Approximately 32% of Pilgrim's Pride's profits come from prepared chicken sold to both retail and food service customers, a percentage that the firm hopes to increase in the future.[2] These products are sold at higher margins, even in times of rising commodity prices - whereas fresh meat is sold to butchers, who then mark up the product to earn a profit. Processing the meat itself allows the company to earn maximum profit from each sale and to pass a higher percentage of input costs onto consumers.

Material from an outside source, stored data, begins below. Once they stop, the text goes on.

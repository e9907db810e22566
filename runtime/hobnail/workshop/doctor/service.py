"""Probes of the service: unit, socket, faults, directories, what was left over, how the last run ended.

Asks the service for its state, as any client may; commands nothing.
"""

from __future__ import annotations

import os
import re
import stat
import subprocess
from collections.abc import Iterator
from pathlib import Path

from hobnail.errors import EX_CONFIG, EX_UNAVAILABLE, HobnailError, ServiceTimeoutError
from hobnail.service.recorder import RING_NAME, last_state
from hobnail.service.socket_file import NAME
from hobnail.service.states import State
from hobnail.workshop.doctor.case import Case
from hobnail.workshop.doctor.findings import Finding, fine, mend, note
from hobnail.workshop.doctor.world import User

LITTLE_BYTES, TOO_LITTLE_BYTES = 200_000_000, 20_000_000  # of free space
ANYBODY = User("somebody", 0, frozenset())
_LEFT_OVER = re.compile(r"\.(\d+)|.*\.part|boards\.(\d+)")


def unit(case: Case) -> Iterator[Finding]:
    """The unit: installed, enabled, active."""
    name = case.unit_name
    try:
        found = case.world.show_unit(name)
    except (OSError, subprocess.TimeoutExpired) as error:
        yield note("unit", f"the service manager does not answer: {error}", "`systemctl status` shows more")
        return
    if found is None:
        yield note(
            "unit", "this machine is not run by systemd: start `hobnail run` by hand, or by your own means"
        )
        return
    case.unit = found
    if not case.is_installed:
        yield note(
            "unit",
            f"{name}.service is not installed ({found.get('LoadState', 'not known')}); `hobnail run` by hand "
            "works without it",
            'README, "Install on a robot"',
        )
        return
    enabled = found.get("UnitFileState", "")
    if not enabled.startswith("enabled"):
        yield note(
            "unit",
            f"{name}.service is {enabled or 'not enabled'}: it does not start with the machine",
            f"`systemctl enable {name}`",
        )
    if found.get("NeedDaemonReload") == "yes":
        yield note("unit", "its file changed since it was read", "`systemctl daemon-reload`, then restart it")
    yield _activity(case, name, found)
    restarts = found.get("NRestarts", "0")
    if restarts not in ("", "0"):
        yield note("unit", f"it was started again {restarts} times after failing", "`hobnail log` tells why")


def _activity(case: Case, name: str, found: dict[str, str]) -> Finding:
    state, result = found.get("ActiveState", ""), found.get("Result", "")
    code = found.get("ExecMainStatus", "")
    if state == "active":
        return fine("unit", f"{name}.service is active, {found.get('UnitFileState')}")
    if state == "failed":
        reasons = {
            str(EX_CONFIG): "the configuration is wrong",
            str(EX_UNAVAILABLE): "no board or driver was there",
        }
        why = "the program hung" if result == "watchdog" else reasons.get(code, f"exit code {code}")
        return mend(
            "unit",
            f"{name}.service has failed ({result}): {why}",
            f"`journalctl -u {name}` says more; then `systemctl reset-failed {name}`, and start it",
        )
    if case.is_active:
        return note("unit", f"{name}.service is {state} ({found.get('SubState')})", "look again in a moment")
    return note("unit", f"{name}.service does not run ({state})", f"`systemctl start {name}`")


def answer(case: Case) -> Iterator[Finding]:
    """The socket: there, answering, and what the robot says of itself."""
    path = case.socket_path()
    case.busy_process = _starting_or_calibrating(case, path.parent)
    if case.busy_process is not None:
        yield note(
            "socket",
            f"process {case.busy_process} starts as the service, or calibrates: it has locked {path.parent}",
            "look again when it is done",
        )
    try:
        kind = os.lstat(path).st_mode
    except FileNotFoundError:
        case.is_mute = case.is_active
        if case.is_active:
            yield mend(
                "socket", f"the unit is active, but there is no {path}", f"`journalctl -u {case.unit_name}`"
            )
        else:
            yield fine("socket", f"no service runs: there is no {path}")
        return
    except PermissionError:
        case.is_mute = True
        yield mend("socket", f"this user may not look into {path.parent}", _join(case))
        return
    if not stat.S_ISSOCK(kind):
        yield mend("socket", f"{path} is no socket, and keeps the service from making one", "remove it")
        return
    try:
        case.state, case.described = case.world.ask(path)
    except HobnailError as error:
        yield _mute(case, path, error)
        return
    yield from _well(case, path)


def _starting_or_calibrating(case: Case, folder: Path) -> int | None:
    """The process that holds the lock on the socket's directory, by proc(5): to try the lock would hold
    up a start at that very moment."""
    try:
        status = folder.stat()
        locks = case.world.path("/proc/locks").read_text().splitlines()
    except OSError:
        return None
    place = f"{os.major(status.st_dev):02x}:{os.minor(status.st_dev):02x}:{status.st_ino}"
    for words in map(str.split, locks):
        if len(words) == 8 and words[1] == "FLOCK" and words[3] == "WRITE" and words[5] == place:
            return int(words[4])
    return None


def _mute(case: Case, path: Path, error: HobnailError) -> Finding:
    if isinstance(error.__cause__, ConnectionRefusedError) and not case.is_active:
        return note(
            "socket",
            f"{path} is stale: its program was killed; nothing answers there",
            "the next start replaces it by itself; `hobnail log` tells of that end",
        )
    case.is_mute = True
    if isinstance(error.__cause__, PermissionError):
        return mend("socket", f"this user may not open {path}", _join(case))
    if isinstance(error, ServiceTimeoutError):
        return mend(
            "socket", f"{path}: no answer in time: it hangs or is overloaded", f"restart it: {_restart(case)}"
        )
    return mend("socket", str(error), f"look at its log, then restart it: {_restart(case)}")


def _restart(case: Case) -> str:
    return (
        f"`systemctl restart {case.unit_name}`" if case.is_installed else "end `hobnail run`, start it again"
    )


def _join(case: Case) -> str:
    group = case.unit.get("User") or "hobnail"
    return f"`usermod -aG {group} USER`, then log in again; or run this as root"


def _well(case: Case, path: Path) -> Iterator[Finding]:
    told = case.state or {}
    holder = (told.get("command") or {}).get("holder")
    who = "nobody commands it" if holder is None else f"client {holder} commands it"
    yield fine("socket", f"{path}: {told.get('robot')} is {told.get('state')}, {who}")
    about = told.get("driver") or {}
    if about.get("simulated"):
        yield note("servos", f"driver {about.get('name')} is a model: nothing moves in the room")
    stop = told.get("stop") or {}
    if stop.get("latched"):
        yield mend(
            "stop",
            f"category {stop.get('category')}, latched: {stop.get('reason') or 'no reason given'}",
            "look at the robot, then `hobnail reset`, then `hobnail stand`",
        )
    for fault in told.get("faults") or []:
        severity = fault.get("severity")
        grade = note if severity == "warn" else mend
        yield grade(
            "fault", f"{fault.get('name')} ({severity}): {fault.get('message')}", str(fault.get("next"))
        )
    if not told.get("faults") and not stop.get("latched"):
        yield fine("fault", "none latched")


def directories(case: Case) -> Iterator[Finding]:
    """Where the service writes: writable by its user, and with room."""
    if not case.is_installed:
        folder = case.socket_path().parent
        # Whose a running service is, is not known here: that it may write there, its socket shows.
        user = case.world.find_user(None) if case.state is None else ANYBODY
        if folder.is_dir():
            yield _directory(case, folder, user)
        return
    try:
        user = case.world.find_user(case.unit.get("User") or None)
    except KeyError:
        yield mend(
            "directories",
            f"there is no user {case.unit.get('User')}, whom the unit names",
            "install systemd/hobnail.sysusers, then `systemd-sysusers`",
        )
        return
    for above in ("/run", "/var/lib", "/var/log"):
        yield _directory(case, case.world.path(f"{above}/{case.unit_name}"), user)


def _directory(case: Case, folder: Path, user: User) -> Finding:
    try:
        status = folder.stat()
        free = case.world.free_bytes(folder)
    except FileNotFoundError:
        return fine("directories", f"{folder} is not there yet: the first start makes it")
    except OSError as error:
        return note("directories", f"{folder}: {error.strerror}", "run this as root to see more")
    mode = status.st_mode
    may = (
        user.uid == 0
        or (status.st_uid == user.uid and mode & stat.S_IWUSR)
        or (status.st_gid in user.groups and mode & stat.S_IWGRP)
        or mode & stat.S_IWOTH
    )
    if not may:
        return mend(
            "directories",
            f"{user.name} may not write to {folder} ({stat.filemode(mode)})",
            f"`chown -R {user.name}: {folder}`" if case.is_installed else "another place for it: --socket",
        )
    room = f"{free / 1e6:.0f} MB free"
    if free < TOO_LITTLE_BYTES:
        return mend("directories", f"{folder}: {room}: the record cannot be written", "make room there")
    if free < LITTLE_BYTES:
        return note("directories", f"{folder}: {room}", "make room there before it is full")
    who = "" if user is ANYBODY else f"{user.name} may write, "
    return fine("directories", f"{folder}: {who}{room}")


def leftovers(case: Case) -> Iterator[Finding]:
    """What programs that were killed left behind, and how the last run ended."""
    if case.state is not None or case.is_mute:
        return
    folder = case.socket_path().parent
    try:
        names = sorted(os.listdir(folder))
    except OSError:
        return
    if NAME in names or RING_NAME in names:
        stale = [name for name in names if _LEFT_OVER.fullmatch(name)]
        if stale:
            yield note(
                "left over", f"{folder}: {', '.join(stale)}, of programs that were killed", "remove them"
            )
    last = last_state(folder / RING_NAME)
    if last not in (None, State.RESTING):
        yield note(
            "last run", f"it did not end at rest: its last tick with pulses was {last}", "`hobnail log`"
        )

Pilgrim's Pride's profitability is highly dependent on feed costs, which represented 35.8% of total cost of sales in fiscal 2007.[3]. Significant increases in the costs of soybeans and corn, the main components of chicken feed, have had an adverse effect on profit margins.[4] Demand for corn, spurred by ethanol production, increased corn prices nearly 60% in 2007 and early 2008.[5] Increased commodities prices depress margins as Pilgrim's Pride is unable to pass the entire increase in feed prices through to consumers without losing business.

Company Overview

Pilgrim's Pride operates in five primary segments: prepared foods, fresh chicken, exports, other, Mexican production, and turkey.

Prepared Foods

Prepared foods, or any meat that isn't fresh chicken, comprise approximately 32% of total sales.[6] Approximately 80% of prepared food was sold to food service customers (primarily chain restaurants).[7] Since 2003, chicken sales to food service customers have grown at an annualized rate of 26.9%.[8] The remaining 20% was sold to retail customers (primarily whole sale clubs and grocery store chains). Chicken is sold under the brand names Pilgrim's Pride, Pierce, Easy-Entree, and Wing-Dings. Pilgrim's Pride hopes to shift a larger portion of sales to prepared foods in order to take advantage of profit margins higher relative to fresh chicken.

Fresh Chicken

Fresh chicken comprises approximately 43% of total revenue.[9] Approximately 70% of fresh chicken was sold to food service customers, with the remaining 30% sold to retail customers. Chicken from this division are usually of specific weight ranges pre-cut to customer specifications in order to enhance value and promote product differentiation.[10]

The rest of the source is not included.